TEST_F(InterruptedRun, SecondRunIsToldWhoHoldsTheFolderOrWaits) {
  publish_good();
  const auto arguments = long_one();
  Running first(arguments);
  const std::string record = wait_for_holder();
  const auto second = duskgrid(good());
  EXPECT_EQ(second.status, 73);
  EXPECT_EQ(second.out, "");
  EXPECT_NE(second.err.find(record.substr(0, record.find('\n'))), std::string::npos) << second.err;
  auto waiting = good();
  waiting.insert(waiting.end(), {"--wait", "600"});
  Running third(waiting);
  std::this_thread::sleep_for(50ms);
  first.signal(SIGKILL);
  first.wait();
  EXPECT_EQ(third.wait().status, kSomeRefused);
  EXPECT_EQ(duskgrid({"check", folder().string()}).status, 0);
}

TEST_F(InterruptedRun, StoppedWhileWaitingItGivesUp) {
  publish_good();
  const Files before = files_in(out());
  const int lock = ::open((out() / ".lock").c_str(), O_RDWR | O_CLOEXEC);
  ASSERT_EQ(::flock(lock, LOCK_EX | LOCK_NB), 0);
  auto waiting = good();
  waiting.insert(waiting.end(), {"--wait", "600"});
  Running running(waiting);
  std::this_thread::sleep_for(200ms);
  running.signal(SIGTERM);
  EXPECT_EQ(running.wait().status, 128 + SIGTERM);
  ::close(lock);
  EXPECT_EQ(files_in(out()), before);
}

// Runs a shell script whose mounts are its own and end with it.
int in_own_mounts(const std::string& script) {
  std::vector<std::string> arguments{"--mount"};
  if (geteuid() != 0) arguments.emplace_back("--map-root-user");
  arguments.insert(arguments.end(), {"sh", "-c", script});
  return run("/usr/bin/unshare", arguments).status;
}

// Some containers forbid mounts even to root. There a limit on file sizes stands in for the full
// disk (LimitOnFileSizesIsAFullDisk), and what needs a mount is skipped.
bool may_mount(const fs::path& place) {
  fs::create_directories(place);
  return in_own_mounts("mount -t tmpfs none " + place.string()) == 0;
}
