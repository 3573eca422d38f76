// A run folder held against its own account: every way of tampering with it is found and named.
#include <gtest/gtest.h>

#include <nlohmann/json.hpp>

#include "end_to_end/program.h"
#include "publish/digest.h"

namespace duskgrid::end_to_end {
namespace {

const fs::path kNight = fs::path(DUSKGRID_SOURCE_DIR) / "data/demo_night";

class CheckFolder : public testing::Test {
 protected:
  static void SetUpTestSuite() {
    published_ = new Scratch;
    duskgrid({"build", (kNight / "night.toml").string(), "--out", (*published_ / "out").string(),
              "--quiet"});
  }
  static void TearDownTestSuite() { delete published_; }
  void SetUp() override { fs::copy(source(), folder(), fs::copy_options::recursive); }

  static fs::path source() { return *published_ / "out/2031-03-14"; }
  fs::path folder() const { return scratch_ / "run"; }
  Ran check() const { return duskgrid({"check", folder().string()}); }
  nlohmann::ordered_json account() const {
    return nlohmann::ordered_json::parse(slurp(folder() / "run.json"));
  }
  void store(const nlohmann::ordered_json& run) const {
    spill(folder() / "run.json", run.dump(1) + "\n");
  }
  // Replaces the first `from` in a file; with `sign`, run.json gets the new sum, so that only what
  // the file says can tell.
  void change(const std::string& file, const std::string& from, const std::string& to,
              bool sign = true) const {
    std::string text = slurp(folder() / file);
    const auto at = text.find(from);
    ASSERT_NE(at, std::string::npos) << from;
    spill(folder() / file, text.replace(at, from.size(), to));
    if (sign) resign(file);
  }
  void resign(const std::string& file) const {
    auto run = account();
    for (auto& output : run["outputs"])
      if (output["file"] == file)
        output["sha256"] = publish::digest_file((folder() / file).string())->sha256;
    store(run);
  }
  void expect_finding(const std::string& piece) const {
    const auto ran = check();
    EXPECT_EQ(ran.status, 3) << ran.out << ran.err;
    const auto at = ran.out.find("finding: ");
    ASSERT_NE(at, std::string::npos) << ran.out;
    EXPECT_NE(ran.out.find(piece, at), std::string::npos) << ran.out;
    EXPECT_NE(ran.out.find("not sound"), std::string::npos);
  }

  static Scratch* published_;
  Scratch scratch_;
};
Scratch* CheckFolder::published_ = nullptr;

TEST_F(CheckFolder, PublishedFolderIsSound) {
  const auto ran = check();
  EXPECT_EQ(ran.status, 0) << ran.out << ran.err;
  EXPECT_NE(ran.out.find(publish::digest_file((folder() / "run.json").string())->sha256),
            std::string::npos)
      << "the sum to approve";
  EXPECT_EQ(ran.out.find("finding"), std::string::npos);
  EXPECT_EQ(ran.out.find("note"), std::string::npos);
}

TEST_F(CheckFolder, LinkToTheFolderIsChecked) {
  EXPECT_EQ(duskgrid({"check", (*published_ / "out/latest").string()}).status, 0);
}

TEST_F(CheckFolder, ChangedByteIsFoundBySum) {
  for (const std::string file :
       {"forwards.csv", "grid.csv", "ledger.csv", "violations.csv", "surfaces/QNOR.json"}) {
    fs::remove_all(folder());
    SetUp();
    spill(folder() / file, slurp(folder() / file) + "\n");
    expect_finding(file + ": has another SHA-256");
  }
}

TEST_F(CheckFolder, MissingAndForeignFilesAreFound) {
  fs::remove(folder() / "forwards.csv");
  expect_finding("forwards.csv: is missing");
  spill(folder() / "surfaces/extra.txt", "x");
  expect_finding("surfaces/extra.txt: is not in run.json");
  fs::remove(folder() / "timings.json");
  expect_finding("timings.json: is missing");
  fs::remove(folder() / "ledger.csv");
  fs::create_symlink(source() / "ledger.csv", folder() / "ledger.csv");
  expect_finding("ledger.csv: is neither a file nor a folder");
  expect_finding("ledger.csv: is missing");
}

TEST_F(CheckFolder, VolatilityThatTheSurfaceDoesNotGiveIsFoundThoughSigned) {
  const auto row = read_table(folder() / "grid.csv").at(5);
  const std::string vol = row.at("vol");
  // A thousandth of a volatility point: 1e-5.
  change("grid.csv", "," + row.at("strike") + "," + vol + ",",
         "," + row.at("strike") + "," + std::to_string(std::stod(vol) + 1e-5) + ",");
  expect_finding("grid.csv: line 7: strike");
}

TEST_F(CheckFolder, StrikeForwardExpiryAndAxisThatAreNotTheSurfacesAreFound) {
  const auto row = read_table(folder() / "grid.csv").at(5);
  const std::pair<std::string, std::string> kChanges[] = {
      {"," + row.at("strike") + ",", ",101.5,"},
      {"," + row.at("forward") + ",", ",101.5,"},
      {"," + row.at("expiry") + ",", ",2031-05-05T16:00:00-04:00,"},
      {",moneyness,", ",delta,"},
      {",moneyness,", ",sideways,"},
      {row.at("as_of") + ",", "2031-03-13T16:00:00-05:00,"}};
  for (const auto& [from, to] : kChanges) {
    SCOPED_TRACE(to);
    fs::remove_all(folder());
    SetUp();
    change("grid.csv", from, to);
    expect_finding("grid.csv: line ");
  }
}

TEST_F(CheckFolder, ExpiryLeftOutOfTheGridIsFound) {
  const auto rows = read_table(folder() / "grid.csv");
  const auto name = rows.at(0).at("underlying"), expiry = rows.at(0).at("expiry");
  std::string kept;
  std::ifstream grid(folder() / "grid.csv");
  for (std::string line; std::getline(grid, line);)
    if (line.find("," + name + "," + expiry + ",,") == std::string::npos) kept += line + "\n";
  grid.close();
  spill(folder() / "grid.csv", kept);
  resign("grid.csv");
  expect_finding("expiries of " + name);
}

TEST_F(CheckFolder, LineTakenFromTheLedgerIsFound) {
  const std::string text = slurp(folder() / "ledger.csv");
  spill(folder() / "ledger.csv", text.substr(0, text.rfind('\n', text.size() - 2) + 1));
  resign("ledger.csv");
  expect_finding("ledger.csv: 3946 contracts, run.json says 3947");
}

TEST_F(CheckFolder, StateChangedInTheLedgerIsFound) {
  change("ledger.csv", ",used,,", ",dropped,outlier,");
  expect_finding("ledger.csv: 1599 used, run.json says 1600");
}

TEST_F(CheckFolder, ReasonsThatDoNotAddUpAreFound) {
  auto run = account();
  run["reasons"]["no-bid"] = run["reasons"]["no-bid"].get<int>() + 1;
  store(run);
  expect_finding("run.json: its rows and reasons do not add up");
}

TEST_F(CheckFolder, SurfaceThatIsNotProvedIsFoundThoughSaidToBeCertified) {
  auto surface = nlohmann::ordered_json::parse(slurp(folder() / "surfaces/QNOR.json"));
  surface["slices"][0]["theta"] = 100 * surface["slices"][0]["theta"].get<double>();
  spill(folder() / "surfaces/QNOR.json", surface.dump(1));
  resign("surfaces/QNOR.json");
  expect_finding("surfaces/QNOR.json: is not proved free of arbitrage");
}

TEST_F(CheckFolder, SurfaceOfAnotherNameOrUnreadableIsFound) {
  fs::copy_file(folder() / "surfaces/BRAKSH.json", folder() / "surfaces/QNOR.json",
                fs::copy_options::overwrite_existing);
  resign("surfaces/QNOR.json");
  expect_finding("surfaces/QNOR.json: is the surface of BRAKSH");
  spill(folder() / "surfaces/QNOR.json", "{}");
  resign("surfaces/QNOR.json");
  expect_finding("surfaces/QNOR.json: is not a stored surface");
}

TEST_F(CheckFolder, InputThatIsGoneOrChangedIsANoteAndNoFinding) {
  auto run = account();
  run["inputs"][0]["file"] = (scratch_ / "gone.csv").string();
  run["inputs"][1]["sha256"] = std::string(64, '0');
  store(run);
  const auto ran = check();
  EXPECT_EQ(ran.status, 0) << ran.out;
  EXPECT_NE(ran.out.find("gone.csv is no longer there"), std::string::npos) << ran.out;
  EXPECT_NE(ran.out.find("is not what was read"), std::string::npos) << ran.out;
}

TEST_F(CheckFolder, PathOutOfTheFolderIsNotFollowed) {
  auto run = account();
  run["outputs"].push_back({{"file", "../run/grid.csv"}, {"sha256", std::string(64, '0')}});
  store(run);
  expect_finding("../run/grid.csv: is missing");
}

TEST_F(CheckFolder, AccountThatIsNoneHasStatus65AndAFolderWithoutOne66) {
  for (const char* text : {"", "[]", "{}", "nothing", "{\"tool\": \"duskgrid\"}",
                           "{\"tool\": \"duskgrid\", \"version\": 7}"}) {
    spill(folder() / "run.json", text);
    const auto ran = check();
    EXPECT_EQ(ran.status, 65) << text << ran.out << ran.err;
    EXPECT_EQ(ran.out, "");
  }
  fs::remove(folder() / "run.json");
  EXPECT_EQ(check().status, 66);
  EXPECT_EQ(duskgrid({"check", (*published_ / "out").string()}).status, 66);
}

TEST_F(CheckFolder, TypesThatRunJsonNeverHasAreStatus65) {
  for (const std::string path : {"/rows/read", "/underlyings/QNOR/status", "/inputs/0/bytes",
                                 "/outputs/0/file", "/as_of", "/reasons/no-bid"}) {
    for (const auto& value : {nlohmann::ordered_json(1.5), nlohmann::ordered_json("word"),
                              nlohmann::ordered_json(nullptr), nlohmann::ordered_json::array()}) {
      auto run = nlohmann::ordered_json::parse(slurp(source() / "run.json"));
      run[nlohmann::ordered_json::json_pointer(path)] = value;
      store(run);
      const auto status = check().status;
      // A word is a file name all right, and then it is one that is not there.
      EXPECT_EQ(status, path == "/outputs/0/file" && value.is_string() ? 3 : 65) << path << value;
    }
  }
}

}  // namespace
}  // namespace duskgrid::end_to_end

★ ★ ★ ★ ★

### YOUR TASK
Using the material above, transcribe exactly the lines from the line with "std::string text = slurp(folder() / file);" to the line with "EXPECT_NE(ran.out.find(piece, at), std::string::npos)"; both count, and nothing else goes in.

### EXPECTED OUTPUT
    std::string text = slurp(folder() / file);
    const auto at = text.find(from);
    ASSERT_NE(at, std::string::npos) << from;
    spill(folder() / file, text.replace(at, from.size(), to));
    if (sign) resign(file);
  }
  void resign(const std::string& file) const {
    auto run = account();
    for (auto& output : run["outputs"])
      if (output["file"] == file)
        output["sha256"] = publish::digest_file((folder() / file).string())->sha256;
    store(run);
  }
  void expect_finding(const std::string& piece) const {
    const auto ran = check();
    EXPECT_EQ(ran.status, 3) << ran.out << ran.err;
    const auto at = ran.out.find("finding: ");
    ASSERT_NE(at, std::string::npos) << ran.out;
    EXPECT_NE(ran.out.find(piece, at), std::string::npos) << ran.out;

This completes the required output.